1) Recognize when they shield. If someone shields in response to something that probably indicates that they're willing and likely to do so again until something changes.

2) Practice ambiguous movement. With tight control you can make it very unclear exactly when you intend to hit a shield. This makes engagements take longer thereby draining a shield and potentially forcing out a reactable and panicked out of shield option.
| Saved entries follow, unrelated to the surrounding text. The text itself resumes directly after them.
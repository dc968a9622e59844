/* bigm.c - quantile big-M coefficients of the scenario rows (see bigm.h).
 * SPDX-License-Identifier: MIT */
#include <math.h>
#include <stdlib.h>
#include <string.h>

#include "alloc.h"
#include "bigm.h"

/* A feasible point of the same fractional knapsack, filled in the fixed
 * order pi (taken prefix, one fractional item, nothing after): its value is
 * a lower bound. */
static double fixed_order_fill(const double *a, const double *b,
                               const size_t *pi, size_t nj, double C)
{
    double cap = C, v = 0;
    for (size_t p = 0; p < nj; p++) {
        size_t t = pi[p];
        if (b[t] <= cap) {
            v += a[t];
            cap -= b[t];
        } else {
            v += a[t] * (cap / b[t]);
            break;
        }
    }
    return v;
}

/* Value of max sum_t a[t] x_t subject to sum_t b[t] x_t <= C, 0 <= x <= 1:
 * the fractional knapsack, whose optimum takes items by decreasing a/b and
 * the last one fractionally (Dantzig's rule); items with b = 0 are always
 * taken. Instead of sorting, the critical ratio is found by a weighted
 * quickselect on the ratios (three-way partitions around a median-of-three
 * pivot, recursing into the side that holds the capacity boundary), O(nj)
 * expected (Balas & Zemel 1980). idx and r are nj scratch entries. */
static double frac_knapsack(const double *a, const double *b, size_t nj,
                            double C, double *r, size_t *idx)
{
    double v = 0, cap = C;
    size_t q = 0;
    for (size_t t = 0; t < nj; t++) {
        if (b[t] <= 0) {
            v += a[t];
        } else if (a[t] > 0) {
            r[t] = a[t] / b[t];
            idx[q++] = t;
        }
    }
    size_t lo = 0, hi = q;
    while (lo < hi) {
        double x = r[idx[lo]], y = r[idx[lo + (hi - lo) / 2]], z = r[idx[hi - 1]];
        double p = x < y ? (y < z ? y : (x < z ? z : x))
                         : (x < z ? x : (y < z ? z : y));
        /* idx[lo..gt) > p, idx[gt..i) == p, idx[lt..hi) < p */
        size_t gt = lo, i = lo, lt = hi;
        while (i < lt) {
            size_t t = idx[i];
            if (r[t] > p) {
                idx[i] = idx[gt];
                idx[gt++] = t;
                i++;
            } else if (r[t] < p) {
                idx[i] = idx[--lt];
                idx[lt] = t;
            } else {
                i++;
            }
        }
        double bg = 0, ag = 0;
        for (size_t u = lo; u < gt; u++) {
            bg += b[idx[u]];
            ag += a[idx[u]];
        }
        if (bg > cap) {
            hi = gt; /* the boundary lies among the larger ratios */
            continue;
        }
        v += ag;
        cap -= bg;
        double be = 0, ae = 0;
        for (size_t u = gt; u < lt; u++) {
            be += b[idx[u]];
            ae += a[idx[u]];
        }
        if (be >= cap)
            return v + p * cap; /* equal ratios: a = p b */
        v += ae;
        cap -= be;
        lo = lt;
    }
    return v;
}

static void heap_sift_down(double *h, size_t len, size_t p)
{
    for (;;) {
        size_t c = 2 * p + 1;
        if (c >= len)
            return;
        if (c + 1 < len && h[c + 1] > h[c])
            c++;
        if (h[p] >= h[c])
            return;
        double t = h[p];
        h[p] = h[c];
        h[c] = t;
        p = c;
    }
}

static void heap_push(double *h, size_t *len, double v)
{
    size_t p = (*len)++;
    h[p] = v;
    while (p > 0) {
        size_t q = (p - 1) / 2;
        if (h[q] >= h[p])
            break;
        double t = h[p];
        h[p] = h[q];
        h[q] = t;
        p = q;
    }
}

static int by_key_desc(const void *x, const void *y)
{
    const struct surety_bigm_keyed *a = x, *b = y;
    if (a->key > b->key)
        return -1;
    if (a->key < b->key)
        return 1;
    return a->l < b->l ? -1 : a->l > b->l;
}

int surety_bigm_init(surety_bigm_res *r, const double *w, size_t stride,
                     const size_t *jobs, size_t nj, size_t N,
                     const unsigned *cnt, double factor, double C, size_t k)
{
    memset(r, 0, sizeof *r);
    size_t nn = nj ? nj : 1, NN = N ? N : 1;
    r->N = N;
    r->nj = nj;
    r->k = k;
    r->C = C;
    r->cnt = cnt;
    r->a = surety_xmalloc(NN, nn * sizeof *r->a);
    r->total = surety_xmalloc(NN, sizeof *r->total);
    r->order = surety_xmalloc(NN, sizeof *r->order);
    r->wbar = surety_xmalloc(nn, sizeof *r->wbar);
    r->ratio = surety_xmalloc(nn, sizeof *r->ratio);
    r->idx = surety_xmalloc(nn, sizeof *r->idx);
    r->pi = surety_xmalloc(nn, sizeof *r->pi);
    r->heap = surety_xmalloc(k + 1, sizeof *r->heap);
    if (!r->a || !r->total || !r->order || !r->wbar || !r->ratio ||
        !r->idx || !r->pi || !r->heap) {
        surety_bigm_free(r);
        return -1;
    }
    double *a = r->a;
    for (size_t l = 0; l < N; l++) {
        const double *wl = w + l * stride;
        double sum = 0;
        for (size_t t = 0; t < nj; t++) {
            a[l * nj + t] = factor * wl[jobs[t]];
            sum += wl[jobs[t]];
        }
        /* A_l in the product form of surety_plan_holds */
        r->total[l] = factor * sum;
        r->order[l].key = r->total[l];
        r->order[l].l = l;
    }
    qsort(r->order, N, sizeof *r->order, by_key_desc);
    double weight = 0;
    for (size_t l = 0; l < N; l++)
        weight += cnt ? cnt[l] : 1;
    for (size_t t = 0; t < nj; t++) {
        double s = 0;
        for (size_t l = 0; l < N; l++)
            s += a[l * nj + t] * (cnt ? cnt[l] : 1);
        r->wbar[t] = weight > 0 ? s / weight : 0;
    }
    return 0;
}

void surety_bigm_free(surety_bigm_res *r)
{
    surety_xfree(r->a);
    surety_xfree(r->total);
    surety_xfree(r->order);
    surety_xfree(r->wbar);
    surety_xfree(r->ratio);
    surety_xfree(r->idx);
    surety_xfree(r->pi);
    surety_xfree(r->heap);
    memset(r, 0, sizeof *r);
}

double surety_bigm_plain(const surety_bigm_res *r, size_t l)
{
    return r->total[l] - r->C;
}

/* Quantile big-M (Luedtke 2014; Qiu, Ahmed, Dey & Wolsey
 * 2014; Song, Luedtke & Kucukyavuz 2014; METHODS.md s.6). A plan feasible
 * for the sample satisfies at least N-k scenarios, so among any k+1
 * scenarios one holds resource i. With m(l,l') = max over the LP
 * relaxation of resource i of load_l - C_i subject to load_l' <= C_i,
 * every feasible plan has load_l - C_i <= m(l,l') for some l' among the
 * k+1 scenarios of smallest m(l,.), so M_li = the (k+1)-th smallest
 * m(l,l') over l' is a valid big-M (also for separate constraints, which
 * hold resource i in N-k scenarios on its own).
 *
 * Speed, keeping M exact: scenarios l' are visited in order of decreasing
 * total load B_l' (sorted once per resource), so small values come first
 * and the current (k+1)-th smallest T drops fast. For each pair, cheap
 * lower bounds on m(l,l') decide whether the exact knapsack is needed:
 *  - scaling every x_j by min(1, C/B_l') is feasible, so
 *    m >= A_l min(1, C/B_l') - C; it only grows along the visiting order,
 *    so once it reaches T no later l' can enter and the scan stops;
 *  - a fill in a fixed order per l (jobs by a_lj over their mean weight,
 *    which is close to the ratio order of most l') is feasible too; when
 *    its value is >= T the pair is skipped.
 * The remaining pairs get the exact value from frac_knapsack. Every
 * skip is a value >= T, so the result is the
 * exact (k+1)-th smallest; rounding in the tests can at worst skip a value
 * within an ulp of T, which makes M larger (looser), never invalid.
 * A row l' of multiplicity c counts as c scenarios among the k+1.
 * Cost: O(N nj) per row, with small constants. */
double surety_bigm_row(surety_bigm_res *r, size_t l)
{
    size_t N = r->N, nj = r->nj, need = r->k + 1;
    const double *a = r->a;
    double C = r->C, A = r->total[l];
    double plain = A - C;
    size_t weight = 0;
    for (size_t u = 0; u < N && weight < need; u++)
        weight += r->cnt ? r->cnt[u] : 1;
    if (!(plain > 0) || weight < need)
        return plain;
    const double *al = a + l * nj;
    /* pi: jobs by decreasing a_lj / wbar_j (jobs never seen with hours
     * first), insertion sort on the small nj */
    for (size_t t = 0; t < nj; t++) {
        double q = r->wbar[t] > 0 ? al[t] / r->wbar[t] : INFINITY;
        size_t p = t;
        while (p > 0 && r->ratio[p - 1] < q) {
            r->ratio[p] = r->ratio[p - 1];
            r->pi[p] = r->pi[p - 1];
            p--;
        }
        r->ratio[p] = q;
        r->pi[p] = t;
    }
    double *heap = r->heap;
    size_t len = 0;
    for (size_t u = 0; u < N; u++) {
        size_t lp = r->order[u].l;
        double B = r->order[u].key;
        double lower = (B > C ? A * (C / B) : A) - C;
        if (len == need && lower >= heap[0])
            break;
        double v;
        if (B <= C) {
            v = A - C; /* every allowed job fits scenario l' */
        } else {
            v = fixed_order_fill(al, a + lp * nj, r->pi, nj, C) - C;
            if (len == need && v >= heap[0])
                continue;
            v = frac_knapsack(al, a + lp * nj, nj, C, r->ratio, r->idx) - C;
        }
        size_t c = r->cnt ? r->cnt[lp] : 1;
        for (size_t e = 0; e < c; e++) {
            if (len < need) {
                heap_push(heap, &len, v);
            } else if (v < heap[0]) {
                heap[0] = v;
                heap_sift_down(heap, len, 0);
            } else {
                break;
            }
        }
    }
    return heap[0] < plain ? heap[0] : plain;
}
3) Recognize and punish their out of shield habits. Until you demonstrate that an out of shield option is unsafe, the opponent will (consciously or not) continue to abuse it. Keep in mind that many of these will be in response to specific situations. They are likely to react differently to a falling bair on shield vs an upair or even a rising bair. Identifying an out of shield habit is a huge, two part advantage. First, you now have the opportunity to predict and punish it. A grab, aerial, jump, roll, etc all have specific punishes that you can then wield liberally for free advantages/stocks. Your first task is to profit off of this habit until they reel it back. Don't get ahead of yourself and give up these free advantages waiting for them to give you an uptilt before you're confident (as opposed to hoping) that they will. Once you've conditioned them to fear the OoS punish sitting in shield seems less dangerous than moving. NOW you have the freedom to engineer a poke on in extreme cases a break.


CLOSING

Ultimately I think that most jigglypuff players have poorly developed, very predictable, and almost solely habit-based on shield games. These interactions rarely look like the super-interesting and potentially pivotal key moments that they actually are with puff on the field.
Recall that the complex, bullet time mixup game with baits, feints, and timing mixups that we think of when we think of spacie shield pressure comes directly from mango's jigglypuff. The same concepts still apply. They're just sitting there waiting for puff players to recognize, internalize, and abuse.